This repository was archived by the owner on Jan 28, 2021. It is now read-only.
This repository was archived by the owner on Jan 28, 2021. It is now read-only.
Support for regexp_matches #756
Closed
Description
Currently when there isn't a parser available for a file type, it would be very useful to be able to do substring extractions based on regular expressions.
The use case I was trying was to build a table of base images use in Dockerfiles. In Postgres I would use the following function for this.
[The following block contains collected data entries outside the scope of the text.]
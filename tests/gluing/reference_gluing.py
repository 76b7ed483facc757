"""The list engine as it was before each cover was generated once: the
port matchings of every balanced choice, one side matched in order and the
other broken by pristine twins and deck orbits, every connected matching given
its canonical code and repeats dropped.  Kept verbatim (but for names) as the
reference the tests compare the engine with.
"""

from __future__ import annotations

from collections import Counter
from collections.abc import Iterator, Sequence
from dataclasses import replace
from fractions import Fraction
from functools import lru_cache
from math import factorial, prod

from covertree.errors import IdentityError
from covertree.graphs.curve_graph import CurveGraph
from covertree.gluing.covers import GluedCover
from covertree.gluing.structure import Glued, Port, canonical_code, least_cycles, piece_cycles
from covertree.monodromy.local import LocalCover, local_covers, special_points
from covertree.monodromy.pieces import Piece


@lru_cache(maxsize=256)
def _local_covers(degree: int, genus: int, profiles: tuple) -> tuple[LocalCover, ...]:
    return tuple(local_covers(degree, genus, profiles))


def reference_glued_covers(base: CurveGraph, degree: int, profiles: Sequence[Sequence[int]],
                 marks: Sequence[tuple[int, int]] = ()) -> Iterator[GluedCover]:
    """Every admissible cover with connected source over a fixed curve of type
    ``base`` (legs ``j`` of profile ``profiles[j-1]``), each class once, in a
    deterministic order, streamed as found.

    With ``marks`` (one ``(J, e)`` per leg of the source,
    :mod:`covertree.hurwitz.marks`) every marked cover is listed once: the
    labellings of the marked points of each cover, up to its automorphisms.

    """
    specs = special_points(base)
    for choice in balanced_choices(base, degree, profiles):
        for cover in _gluings(base, specs, choice, marks):
            yield cover


def balanced_choices(base: CurveGraph, degree: int, profiles: Sequence[Sequence[int]]) -> Iterator[list[LocalCover]]:
    """Every choice of one local cover per base vertex with equal profiles
    across each node (the balancing condition)."""
    specs = special_points(base)
    options = []
    for v, spec in enumerate(specs):
        prof = tuple(tuple(profiles[s[1] - 1]) if s[0] == "leg" else None for s in spec)
        options.append(_local_covers(degree, base.vertex_genera[v], prof))
    yield from _balanced_choices(base, specs, options)


def _half_index(specs: list, v: int, k: int, side: int) -> int:
    return specs[v].index(("half", k, side))


def _balanced_choices(base: CurveGraph, specs: list, options: list) -> Iterator[list[LocalCover]]:
    """Choices of one local cover per vertex with equal profiles across nodes."""
    checks: list[list[tuple]] = [[] for _ in specs]
    for k, (i, j) in enumerate(base.nodes):
        later = max(i, j)
        checks[later].append((i, _half_index(specs, i, k, 0), j, _half_index(specs, j, k, 1)))
    chosen: list[LocalCover] = []

    def rec(v: int) -> Iterator[list[LocalCover]]:
        if v == len(specs):
            yield list(chosen)
            return
        for cover in options[v]:
            chosen.append(cover)
            if all(chosen[a].profiles[pa] == chosen[b].profiles[pb] for a, pa, b, pb in checks[v]):
                yield from rec(v + 1)
            chosen.pop()

    yield from rec(0)


class _Matcher:
    """Enumerates the port matchings of one choice of local covers."""

    def __init__(self, base: CurveGraph, specs: list, choice: list[LocalCover]) -> None:
        self.vertex = [v for v, cover in enumerate(choice) for _ in cover.pieces]
        self.pieces: list[Piece] = [p for cover in choice for p in cover.pieces]
        self.halves = [
            [p for p, s in enumerate(specs[v]) if s[0] == "half"] for v in self.vertex
        ]
        self.glued = Glued(self.vertex, self.pieces, self.halves, {})
        self.sides, seen = [], set()
        for k in self._edge_order(base):
            self.sides.append(self._side_ports(base, specs, k, seen))
            seen.update(base.nodes[k])
        self.one_each = len(self.pieces) == len(set(self.vertex))
        self.twins = self._twins()
        self.least = self._least_ports()
        self.touched = [0] * len(self.pieces)
        self.used: set[Port] = set()

    @staticmethod
    def _edge_order(base: CurveGraph) -> list[int]:
        """Loops first: they break the most symmetry."""
        return sorted(range(base.n_nodes), key=lambda k: (base.nodes[k][0] != base.nodes[k][1], k))

    def _side_ports(self, base: CurveGraph, specs: list, k: int, seen: set[int]) -> tuple[list, list, int, bool]:
        """``(left, right, k, flipped)``: the ports over the two sides of edge
        ``k``; left ports are matched in order, right ones are the candidates,
        where the symmetry breaking acts, so the side whose pieces have more
        symmetry goes right (``flipped`` when that is side 0).  Pieces over a
        vertex met by an earlier edge are no longer pristine: that side counts
        as having none."""
        ends = []
        for side in (0, 1):
            v = base.nodes[k][side]
            p = _half_index(specs, v, k, side)
            ends.append([
                ((i, p, c), len(cyc))
                for i in range(len(self.pieces)) if self.vertex[i] == v
                for c, cyc in enumerate(self.glued.port_cycles[i][p])
            ])
        u, w = base.nodes[k]
        flipped = u != w and self._symmetry(u, seen) > self._symmetry(w, seen)
        return (ends[1], ends[0], k, True) if flipped else (ends[0], ends[1], k, False)

    def _symmetry(self, v: int, seen: set[int]) -> int:
        """Order of the group permuting identical pieces over ``v`` and acting by
        their deck groups, ``prod m_P! |C(P)|^m_P`` (1 once ``v`` is in ``seen``)."""
        if v in seen:
            return 1
        counts = Counter(p.gens for i, p in enumerate(self.pieces) if self.vertex[i] == v)
        order = 1
        for i, p in enumerate(self.pieces):
            if self.vertex[i] == v:
                order *= p.centraliser_order
        return order * prod(factorial(m) for m in counts.values())

    def _twins(self) -> list[list[int]]:
        """Earlier pieces over the same vertex with the same permutations."""
        return [
            [i for i in range(j) if self.vertex[i] == self.vertex[j] and self.pieces[i].gens == self.pieces[j].gens]
            for j in range(len(self.pieces))
        ]

    def _least_ports(self) -> set[Port]:
        """Ports least in their orbit under their piece's deck group."""
        return {(j, p, c) for j, piece in enumerate(self.pieces)
                for p in self.halves[j] for c in least_cycles(piece, p)}

    def matchings(self) -> Iterator[dict[Port, Port]]:
        yield from self._match(0, 0)

    def _match(self, e: int, t: int) -> Iterator[dict[Port, Port]]:
        if e == len(self.sides):
            yield self.glued.partner
            return
        left, right = self.sides[e][:2]
        if t == len(left):
            yield from self._match(e + 1, 0)
            return
        port, length = left[t]
        for cand, clen in right:
            if clen != length or cand in self.used or not self._allowed(port[0], cand):
                continue
            self._pair(port, cand, +1)
            yield from self._match(e, t + 1)
            self._pair(port, cand, -1)

    def _allowed(self, owner: int, cand: Port) -> bool:
        q = cand[0]
        if q == owner or self.touched[q]:
            return True
        if any(not self.touched[i] and i != owner for i in self.twins[q]):
            return False
        return cand in self.least

    def _pair(self, a: Port, b: Port, step: int) -> None:
        self.touched[a[0]] += step
        self.touched[b[0]] += step
        if step > 0:
            self.used.add(b)
            self.glued.partner[a], self.glued.partner[b] = b, a
        else:
            self.used.discard(b)
            del self.glued.partner[a], self.glued.partner[b]

    def connected(self) -> bool:
        if self.one_each:
            return True  # one piece per vertex of a connected base
        parent = list(range(len(self.pieces)))

        def find(i: int) -> int:
            while parent[i] != i:
                parent[i] = parent[parent[i]]
                i = parent[i]
            return i

        joins, needed = 0, len(self.pieces) - 1
        for a, b in self.glued.partner.items():
            ra, rb = find(a[0]), find(b[0])
            if ra != rb:
                parent[ra] = rb
                joins += 1
                if joins == needed:
                    return True
        return False


def _gluings(base: CurveGraph, specs: list, choice: list[LocalCover],
             marks: Sequence[tuple[int, int]] = ()) -> Iterator[GluedCover]:
    m = _Matcher(base, specs, choice)
    candidates = _mark_candidates(base, specs, m, marks)
    edge_profiles = tuple(
        choice[base.nodes[k][0]].profiles[_half_index(specs, base.nodes[k][0], k, 0)]
        for k in range(base.n_nodes)
    )
    mult = prod(x for prof in edge_profiles for x in prof)
    seen: set[tuple] = set()
    for partner in m.matchings():
        if not m.connected():
            continue
        code, aut = canonical_code(m.glued)
        if code in seen:
            continue
        seen.add(code)
        record = _record(m, code, aut, mult, edge_profiles)
        yield from _marked(m, record, candidates) if marks else (record,)


def _mark_candidates(base: CurveGraph, specs: list, m: "_Matcher", marks) -> list[list]:
    """Per leg ``(J, e)``: the ports ``(piece, point, cycle)`` that are points of
    index ``e`` over branch point ``J``."""
    where = {s[1]: (v, p) for v, spec in enumerate(specs) for p, s in enumerate(spec) if s[0] == "leg"}
    out = []
    for point, index in marks:
        v, p = where[point]
        out.append([(i, p, c) for i in range(len(m.pieces)) if m.vertex[i] == v
                    for c, cyc in enumerate(piece_cycles(m.pieces[i], p)) if len(cyc) == index])
    return out


def _labellings(candidates: list[list]) -> Iterator[tuple]:
    """Injective choices of one candidate per leg."""
    chosen: list = []

    def rec(k: int) -> Iterator[tuple]:
        if k == len(candidates):
            yield tuple(chosen)
            return
        for port in candidates[k]:
            if port not in chosen:
                chosen.append(port)
                yield from rec(k + 1)
                chosen.pop()

    yield from rec(0)


def _marked(m: "_Matcher", record: GluedCover, candidates: list[list]) -> Iterator[GluedCover]:
    """The marked covers over one cover: labellings up to ``Aut f``; checks the
    orbit count ``sum |Aut f| / |Aut(f, marks)| = #labellings``."""
    found: dict[tuple, tuple[int, tuple]] = {}
    total = 0
    for ports in _labellings(candidates):
        total += 1
        code, aut = canonical_code(m.glued, ports)
        if code not in found:
            found[code] = (aut, tuple(i for i, _, _ in ports))
    if sum(Fraction(record.automorphisms, aut) for aut, _ in found.values()) != total:
        raise IdentityError(f"marked covers over one cover do not add up to its {total} labellings")
    for code, (aut, legs) in sorted(found.items()):
        yield replace(record, code=code, automorphisms=aut, source_legs=legs)


def _record(m: _Matcher, code: tuple, aut: int, mult: int, edge_profiles: tuple) -> GluedCover:
    edges, over, index = [], [], []
    for left, _right, k, flipped in m.sides:
        for port, length in left:
            other = m.glued.partner[port]
            edges.append((other[0], port[0]) if flipped else (port[0], other[0]))
            over.append(k)
            index.append(length)
    return GluedCover(
        code, aut, mult, edge_profiles,
        tuple(p.genus for p in m.pieces), tuple(m.vertex), tuple(p.degree for p in m.pieces),
        tuple(edges), tuple(over), tuple(index),
    )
regexp_matches(string text,pattern text [, flags text]) | setof text[] | Return all captured substrings resulting from matching a POSIX regular expression against the string. See Section 9.7.3 for more information. | regexp_matches('foobarbequebaz', '(bar)(beque)') | {bar,beque}
source: https://www.postgresql.org/docs/9.1/functions-string.html
In gitbase I can imagine this working like this:
SELECT
r.repository_id AS repo,
c.committer_when AS date,
file_path AS path,
EXPLODE(REGEXP_MATCHES( f.blob_content,'FROM ([^\s]+)')) AS base_images
FROM
refs AS r
NATURAL JOIN commits AS c
NATURAL JOIN commit_files AS cm
NATURAL JOIN files AS f
WHERE r.ref_name = 'HEAD'
AND f.file_path REGEXP('Dockerfile')
AND NOT IS_BINARY(f.blob_content)
AND f.blob_size < 1000000
AND f.file_path NOT REGEXP 'vendor.*'
AND f.blob_content REGEXP 'FROM.*'